You don’t need to clone Use of Weapons beat for beat — but the structure offers creative fire for GMs and writers. Below are a few fragments, glimpses of what’s possible when you turn time inside out:

  • The Blank Sheet: Players begin with nearly empty character sheets. Stats, sure — but no backstory, no traits, no bonds. Players earn these in reverse, and reveal them through dream-sequences, flashbacks, or metaphysical disturbances. What if you gained XP not by growing stronger, but by remembering who you really are?

  • The Shattered Timeline: Every few sessions, gameplay breaks from the present narrative and dives into the past. Not with exposition — with play. Characters relive formative moments without knowing why. A choice made in the past burns a city they later explore in ruins.

  • The Echoed Betrayal: The players discover in the present that an NPC companion they trust is someone they broke or created in the past. Their betrayal was inevitable. And worse, the players were the architects of it.

  • The Loop: The last scene of the campaign is the opening scene from session one — but this time, the players understand it. I played a Halloween one-shot called ‘The Children of Mourning’. The party ventured to a decrepit mansion on the edge of a haunted village to uncover why locals had vanished. As the game progressed, small surreal anomalies—the smell of ash, distant laughter, names no one remembers using—slowly unravelled the fabric of the mystery. It wasn’t until the last few minutes that the truth shattered everything: we were the missing villagers. Our characters had vanished into the mansion long ago, and had been circling through forgotten corridors ever since. They weren’t coming to the mystery—they were the mystery. Not a plot twist, but an awakening. All the clues pointed back to them. The horror wasn’t what happened to the villagers. The horror was who they had been.

Each of these is a door. Just one turn of the Möbius strip.

The full design? That’s a labyrinth we’ll map in a future post.

Structure as Soul

What Use of Weapons taught me, more than any writing manual ever has, is that form isn’t decorative. Form is the story. Structure when used with purpose becomes meaning. It becomes a character. It becomes a tragedy.

In my work on Echo Walkers, I’m leaning into this. Memory is a weapon. Time is pliable. Characters aren’t just defined by who they are — but by the ghosts of who they once were. Banks showed me that what a story is about and how it is told are inseparable.

And so, I return to the Tavern with questions:

  • What if a campaign were a spiral, not a line?

  • What if a character’s stats weren’t what defined them — but the slow remembering of why they fear the dark, why they won’t speak that name, why they never leave a comrade behind?

  • What if we built campaigns where the emotional impact isn’t just what happens next — but what has already happened, and we just don’t know it yet?

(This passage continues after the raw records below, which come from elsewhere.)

import "server-only";

import { and, eq, isNull } from "drizzle-orm";

import type { Db } from "@/db/client";
import { invitations } from "@/db/schema/invitations";
import type { Actor } from "@/lib/server/accounts/actor";
import { recordAudit } from "@/lib/server/access/audit";
import { AppError } from "@/lib/shared/errors";
import { revokeInvitationSchema } from "@/lib/shared/validations/teams";
import { parseInput } from "@/lib/shared/validations/parse";

import { authorizeTeam } from "../access/team-access";

/** Withdraws an open invitation; whoever may invite may also take an invitation back. */
export async function revokeInvitation(
  db: Db,
  actor: Actor,
  input: unknown,
  now = new Date(),
): Promise<void> {
  const data = parseInput(revokeInvitationSchema, input);
  const ctx = await authorizeTeam(db, actor, data.teamSlug, "member:invite");
  await db.transaction(async (tx) => {
    // The team id in the condition keeps an invitation id from another team out of reach.
    const rows = await tx
      .update(invitations)
      .set({ revokedAt: now })
      .where(
        and(
          eq(invitations.id, data.invitationId),
          eq(invitations.teamId, ctx.team.id),
          isNull(invitations.acceptedAt),
          isNull(invitations.revokedAt),
        ),
      )
      .returning({ email: invitations.email });
    if (rows.length === 0)
      throw new AppError("not-found:invitation", "That invitation is not open any more.");
    await recordAudit(tx, {
      actorId: ctx.actor.id,
      teamId: ctx.team.id,
      action: "invitation.revoke",
      target: rows[0].email,
    });
  });
}
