import { readDeskExtras } from "@/lib/scenario/desk-extras";
import type { Metadata } from "next";
import { headers } from "next/headers";
import { notFound } from "next/navigation";

import { SiteHeader } from "@/app/_parts/site-header";
import { SharedRevisionHeader } from "@/components/share/shared-revision-header";
import { SharedLoadingDeskLoader } from "@/components/share/shared-loading-desk-loader";
import { Cautions } from "@/components/loading-desk/cautions";
import { getDb } from "@/db/index";
import { clientAddressOf } from "@/lib/server/http/request-actor";
import { orNotFound } from "@/lib/server/access/or-not-found";
import { parseScenarioFile } from "@/lib/scenario/scenario-schema";
import { openSharedRevision } from "@/lib/server/workspace/share-view";

// The token is the secret: never indexed, never sent on as a Referer.
export const metadata: Metadata = {
  title: "Shared revision",
  robots: { index: false, follow: false },
  referrer: "no-referrer",
};

async function open(token: string) {
  const request = new Request("http://share.local/", { headers: await headers() });
  // Expired, revoked, unknown and rate-limited all look the same from outside.
  return orNotFound(openSharedRevision(getDb(), token, clientAddressOf(request)));
}

/** Anyone holding the link: one revision, read-only, computed in their own browser. */
export default async function SharedRevisionPage({
  params,
}: {
  params: Promise<{ token: string }>;
}) {
  const { token } = await params;
  const shared = await open(token);
  const parsed = parseScenarioFile(shared.file);
  if (!parsed.ok) notFound();
  const scenario = { ...parsed.scenario, desk: readDeskExtras(shared.file) };
  return (
    <>
      <SiteHeader />
      <main id="main">
        <div className="mx-auto max-w-[1600px] space-y-3 px-4 pt-4">
          <SharedRevisionHeader shared={shared} />
          <div className="rounded-md border border-kiln/30 bg-kiln-light/50 px-3 py-2">
            <Cautions />
          </div>
        </div>
        <SharedLoadingDeskLoader scenario={scenario} teamName={shared.teamName} />
      </main>
      <footer className="mt-8 border-t border-glaze-line bg-glaze-deep/50">
        <div className="mx-auto max-w-[1600px] px-4 py-4">
          <Cautions compact />
        </div>
      </footer>
    </>
  );
}
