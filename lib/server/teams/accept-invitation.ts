import "server-only";

import type { Db } from "@/db/client";
import { consumeInvitation, findInvitationByTokenHash } from "@/db/queries/invitations";
import { insertMembershipIfAbsent } from "@/db/queries/memberships";
import type { Team } from "@/db/schema/teams";
import type { Actor } from "@/lib/server/accounts/actor";
import { recordAudit } from "@/lib/server/access/audit";
import type { Role } from "@/lib/shared/permissions";
import { hashToken, looksLikeToken, tokenState } from "@/lib/server/accounts/auth/tokens";
import { AppError } from "@/lib/shared/errors";

import { requireVerified } from "../access/team-access";

export interface InvitationView {
  id: string;
  email: string;
  role: Role;
  team: Team;
  inviterName: string | null;
  state: "valid" | "expired" | "used" | "revoked";
}

const UNKNOWN = "This invitation link is not valid. Ask the team's owner for a new one.";

/** What the invitation page shows; the token itself is the permission to see it. */
export async function findInvitation(
  db: Db,
  token: unknown,
  now = new Date(),
): Promise<InvitationView> {
  if (!looksLikeToken(token)) throw new AppError("not-found:invitation", UNKNOWN);
  const row = await findInvitationByTokenHash(db, hashToken(token));
  if (!row) throw new AppError("not-found:invitation", UNKNOWN);
  const { invitation } = row;
  const state = invitation.revokedAt
    ? "revoked"
    : tokenState({ expiresAt: invitation.expiresAt, usedAt: invitation.acceptedAt }, now);
  return {
    id: invitation.id,
    email: invitation.email,
    role: invitation.role,
    team: row.team,
    inviterName: row.inviterName,
    state: state === "unknown" ? "revoked" : state,
  };
}

/** Joins the team with the invited role; only the invited (and confirmed) address may. */
export async function acceptInvitation(
  db: Db,
  actor: Actor,
  token: unknown,
  now = new Date(),
): Promise<Team> {
  const view = await findInvitation(db, token, now);
  if (view.state === "used")
    throw new AppError("used:invitation", "This invitation was accepted already.");
  if (view.state === "revoked") {
    throw new AppError(
      "used:invitation",
      "This invitation was withdrawn or replaced by a newer one.",
    );
  }
  if (view.state === "expired") {
    throw new AppError(
      "expired:invitation",
      "This invitation has expired. Ask the team's owner for a new one.",
    );
  }
  const user = requireVerified(actor);
  if (user.email !== view.email) {
    throw new AppError(
      "forbidden:invitation",
      `This invitation is for ${view.email}, but you are signed in as ${user.email}. Sign in with the invited address.`,
    );
  }
  return db.transaction(async (tx) => {
    const consumed = await consumeInvitation(tx, view.id, user.id, now);
    if (!consumed) throw new AppError("used:invitation", "This invitation was accepted already.");
    const inserted = await insertMembershipIfAbsent(tx, {
      teamId: view.team.id,
      userId: user.id,
      role: view.role,
    });
    if (!inserted) throw new AppError("conflict:member", "You are a member of this team already.");
    await recordAudit(tx, {
      actorId: user.id,
      teamId: view.team.id,
      action: "invitation.accept",
      target: view.email,
      detail: { role: view.role },
    });
    return view.team;
  });
}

Banks didn’t just tell stories. He designed revelations.

And that’s what I want to chase.

What would you build backwards?

What story structures haunt you?

Have you ever played in, run, or written a campaign where time looped, memory fractured, or identity unraveled?

Did the ending change everything that came before?

Share your echoes — the ones that still whisper — in the comments, or join the conversation in The Black Dog Tavern. We’re not just telling stories. We’re designing ways to reveal them.

And who knows — the next campaign we write might be the one we’ve already forgotten.